What you have to do
Set down the data below once more, precisely as it reads.

Dataset
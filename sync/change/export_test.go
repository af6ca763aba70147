package change

import "encoding/binary"

// SealWith is Seal with a given nonce.
func SealWith(b Batch, prev Hash, epoch uint32, keys Keys, nonce []byte) (Frame, error) {
	return seal(b, prev, epoch, keys, func(p []byte) (int, error) { return copy(p, nonce), nil })
}

// SealPlain seals any bytes under any header, as a hostile or newer writer might.
func SealPlain(h Header, plain []byte, keys Keys, nonce []byte) []byte {
	h.Length = uint32(len(plain) + Overhead)
	raw := h.append(nil)
	aead, _ := keys.Frames(h.Epoch)
	raw = append(raw, nonce...)
	return aead.Seal(raw, nonce, plain, raw[:HeaderSize])
}

// FixHeader writes a fitting checksum into a header that a test has changed.
func FixHeader(raw []byte) []byte {
	binary.BigEndian.PutUint32(raw[HeaderSize-4:], crc(raw[:HeaderSize-4]))
	return raw
}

Task response
filename sync/change/export_test.go
repository af6ca763aba70147
package change

import "encoding/binary"

// SealWith is Seal with a given nonce.
func SealWith(b Batch, prev Hash, epoch uint32, keys Keys, nonce []byte) (Frame, error) {
	return seal(b, prev, epoch, keys, func(p []byte) (int, error) { return copy(p, nonce), nil })
}

// SealPlain seals any bytes under any header, as a hostile or newer writer might.
func SealPlain(h Header, plain []byte, keys Keys, nonce []byte) []byte {
	h.Length = uint32(len(plain) + Overhead)
	raw := h.append(nil)
	aead, _ := keys.Frames(h.Epoch)
	raw = append(raw, nonce...)
	return aead.Seal(raw, nonce, plain, raw[:HeaderSize])
}

// FixHeader writes a fitting checksum into a header that a test has changed.
func FixHeader(raw []byte) []byte {
	binary.BigEndian.PutUint32(raw[HeaderSize-4:], crc(raw[:HeaderSize-4]))
	return raw
}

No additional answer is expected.